Singh Ajeet, Irfan Hamza, Ali Tooba, Mughal Sanila, Shaukat Ayesha, Jawwad Mohammad, Akilimali Aymar
Department of Internal Medicine, Dow University of Health Sciences, Karachi.
Department of Medicine, Shaikh Khalifa Bin Zayed Al Nahyan Medical and Dental College, Lahore, Pakistan.
Ann Med Surg (Lond). 2024 Jul 1;86(8):4664-4667. doi: 10.1097/MS9.0000000000002329. eCollection 2024 Aug.
Peripartum cardiomyopathy (PPCM) is a rare and life-threatening cardiac condition characterized by heart failure due to left ventricular systolic dysfunction, often developing in late pregnancy or the early postpartum period. Despite being a leading cause of maternal morbidity and mortality, clinical presentation of PPCM frequently overlaps with normal pregnancy-related physiological changes, causing diagnostic delays and increased complications. Current management strategies, primarily derived from general heart failure protocols, are evolving to address the unique aspects of PPCM. This includes the development of personalized medicine approaches that integrate genetic profiling, biomarker evaluation, and clinical phenotyping. Notable genes such as titin (TTN), Bcl2-associated athanogene 3 (BAG3), and lamin A/C (LMNA) are implicated in PPCM, revealing a complex genetic landscape similar to other cardiomyopathies. Biomarkers like N-terminal pro-brain-type natriuretic peptide (NT-proBNP) and cardiac troponin T (cTnT) are under investigation for their diagnostic and prognostic value, indicating that personalized treatments hold the promise of enhancing diagnostic precision and therapeutic outcomes by tailoring interventions to individual patient profiles. This review article aims to highlight how integrating genetic and phenotypic data can establish a novel framework for managing PPCM, potentially transforming treatment paradigms and improving long-term outcomes.

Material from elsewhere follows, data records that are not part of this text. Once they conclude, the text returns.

def test_hand_values_after_the_form_are_too_late(path: Path) -> None:
    sign_prepared(path)
    sign(work_of(path), "checked", "mr", day("2026-09-03"))
    assert codes(lambda: blind_form(path)) == ["blind-too-late"]


@pytest.mark.parametrize(
    ("value", "code"),
    [("1400", "unit-missing"), ("1400 W/m^2 K", "unit-ambiguous"), ("-3 W/(m^2 K)", "quantity-negative")],
)
def test_a_hand_value_is_a_quantity(path: Path, value: str, code: str) -> None:
    sign_prepared(path)
    put_hand_value(blind_form(path), "U_service", value)
    assert code in codes(lambda: blind_form(path))


# --- the file ---------------------------------------------------------------------------------------

# What a reader of YAML refuses, escaped or not, reaches no file of sign-offs.
REFUSED = re.compile(
    "[\x00-\x08\x0b\x0c\x0e-\x1f\x7f-\x9f\u2028\u2029\u202a-\u202e\u2066-\u2069\ufeff\ufffe\uffff]"
)
TEXTS = st.text(st.characters(exclude_categories=("Cs",)), max_size=30).map(
    lambda text: REFUSED.sub("", text)
)


@given(TEXTS)
def test_any_text_is_read_back_from_its_quotes(text: str) -> None:
    root = read_text(f"key: {quoted(text)}\n", "text").root
    assert isinstance(root, Mapping)
    value = root.get("key")
    assert isinstance(value, Scalar)
    assert value.text == text


@settings(deadline=None)  # no test is timed
@given(TEXTS, TEXTS, TEXTS)
def test_a_file_of_sign_offs_is_read_back_as_it_was_written(
    tmp_path_factory: pytest.TempPathFactory, solved_work: Work, one: str, two: str, three: str
) -> None:
    content = content_of(solved_work.solved)
    values = HandValues("checked", one, "2026-09-03", "A", two, (HandValue("U_service", three),), "x")
    entry = bound(
        SignOff(
            "checked",
            one,
            two,
            "2026-09-03",
            "A",
            content,
            three,
            one,
            (Answer("2", one, two),),
            (Acknowledged(one, two, three),),
            values,
        )
    )
    whole = SignOffFile((entry,), (values,), Voiding(one, "2026-09-05", two))
    path = tmp_path_factory.getbasetemp() / "kept.signoffs.yaml"
    path.write_text(signoffs_text(whole), encoding="utf-8", newline="\n")
    again = read_signoffs(path)
    assert is_unaltered(again.signoffs[0])
    assert again.signoffs[0]._replace(content=content) == entry
    assert (again.hand_values, again.void) == (whole.hand_values, whole.void)
    assert signoffs_text(again) == signoffs_text(whole)


def test_a_sign_off_that_was_altered_by_one_character_is_void(path: Path) -> None:
    sign_prepared(path)
    sign_checked(path)
    change(signoffs_path(path), 'date: "2026-09-03"', 'date: "2026-09-04"')
    work = work_of(path)
    checked = lifecycle_of(path, work.solved, work.output).signoffs[1]
    assert (checked.validity, checked.why) == ("void", ("the sign-off was altered after it was made",))


@pytest.mark.parametrize(
    "text",
    [
        "- a list\n",
        "sign-offs: nothing\n",
        "sign-offs:\n  - {role: prepared}\n",
        "sign-offs:\n  - {role: [prepared]}\n",
    ],
)
def test_a_file_of_sign_offs_that_is_none_is_a_fault(path: Path, text: str) -> None:
    signoffs_path(path).write_text(text, encoding="utf-8")
    assert codes(lambda: read_signoffs(signoffs_path(path))) == ["sign-offs-unreadable"]


# --- void calculations ------------------------------------------------------------------------------


def test_a_void_calculation_says_so_and_can_neither_be_signed_nor_declared_void_again(path: Path) -> None:
    declare_void(work_of(path), "ta", day("2026-09-06"), "The cooler is replaced, see WC-201.")
    work = work_of(path)
    assert lifecycle_of(path, work.solved, work.output).state == "void"
    assert codes(lambda: sign(work_of(path), "prepared", "kl", day("2026-09-06"))) == ["calculation-void"]
    assert codes(lambda: declare_void(work_of(path), "ta", day("2026-09-06"), "Again and again.")) == [
        "calculation-void"
    ]
    record = (work.output / "WC-101" / "record.md").read_text(encoding="utf-8")
    assert "> Void since 2026-09-06: The cooler is replaced, see WC-201." in record


def test_a_reason_for_void_hides_no_character(path: Path) -> None:
    declare_void(work_of(path), "ta", day("2026-09-06"), "Replaced by\x07 the \u202ecooler WC-201.")
    void = read_signoffs(signoffs_path(path)).void
    assert void is not None
    assert void.because == "Replaced byU+0007 the U+202Ecooler WC-201."


def test_a_reason_for_void_is_a_sentence(path: Path) -> None:
    assert codes(lambda: declare_void(work_of(path), "ta", day("2026-09-06"), "ok")) == ["answer-bare"]


def test_open_work_tells_the_faults_of_the_file(path: Path) -> None:
    change(path, "value: 15.75 mm", "value: 15.75")
    assert "unit-missing" in codes(lambda: open_work(path, "wc-101.yaml", path.parent))


def test_a_sign_off_does_not_write_over_what_another_has_written_meanwhile(
    tmp_path: Path, monkeypatch: pytest.MonkeyPatch
) -> None:
    path = make_book(tmp_path)
    meanwhile = signoffs_text(SignOffFile(void=Voiding("ta", "2026-09-02", "It is replaced by WC-201.")))

    def another_writes(entry: SignOff) -> SignOff:
        signoffs_path(path).write_text(meanwhile, encoding="utf-8")
        return bound(entry)

    monkeypatch.setattr(signing, "bound", another_writes)
    with pytest.raises(Faults) as caught:
        sign_prepared(path)
    assert [fault.code for fault in caught.value.faults] == ["sign-offs-moved"]
    assert signoffs_path(path).read_text(encoding="utf-8") == meanwhile
    assert not (tmp_path / "output").exists()


@pytest.mark.parametrize("blind", [False, True])
def test_a_folder_in_the_place_of_a_form_is_told(tmp_path: Path, blind: bool) -> None:
    path = make_book(tmp_path)
    sign_prepared(path)
    form = forms.form_path(path, "checked", blind)
    form.mkdir()
    with pytest.raises(Faults) as caught:
        sign(work_of(path), "checked", "mr", day("2026-09-03"), blind)
    (fault,) = caught.value.faults
    assert (fault.code, fault.place.file) == ("file-is-folder", form.as_posix())


def test_what_stands_in_the_place_of_the_issued_copies_is_told(tmp_path: Path) -> None:
    path = make_book(tmp_path)
    issued = tmp_path / "output/WC-101/issued"
    issued.parent.mkdir(parents=True)
    issued.write_text("a file, not a folder", encoding="utf-8")
    with pytest.raises(Faults) as caught:
        sign_prepared(path)
    (fault,) = caught.value.faults
    assert (fault.code, fault.place.file) == ("issued-unreadable", issued.as_posix())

围产期心肌病(PPCM)是一种罕见且危及生命的心脏疾病,其特征是由于左心室收缩功能障碍导致心力衰竭,通常在妊娠晚期或产后早期发病。尽管PPCM是孕产妇发病和死亡的主要原因,但PPCM的临床表现常常与正常妊娠相关的生理变化重叠,导致诊断延迟和并发症增加。目前的管理策略主要源自一般心力衰竭方案,正在不断发展以应对PPCM的独特方面。这包括开发整合基因谱分析、生物标志物评估和临床表型分析的个性化医学方法。诸如肌联蛋白(TTN)、Bcl2相关抗凋亡基因3(BAG3)和核纤层蛋白A/C(LMNA)等显著基因与PPCM有关,揭示了与其他心肌病相似的复杂遗传格局。诸如N末端脑钠肽前体(NT-proBNP)和心肌肌钙蛋白T(cTnT)等生物标志物因其诊断和预后价值正在接受研究,这表明个性化治疗有望通过根据个体患者情况调整干预措施来提高诊断准确性和治疗效果。这篇综述文章旨在强调整合基因和表型数据如何能够建立一个管理PPCM的新框架,有可能改变治疗模式并改善长期预后。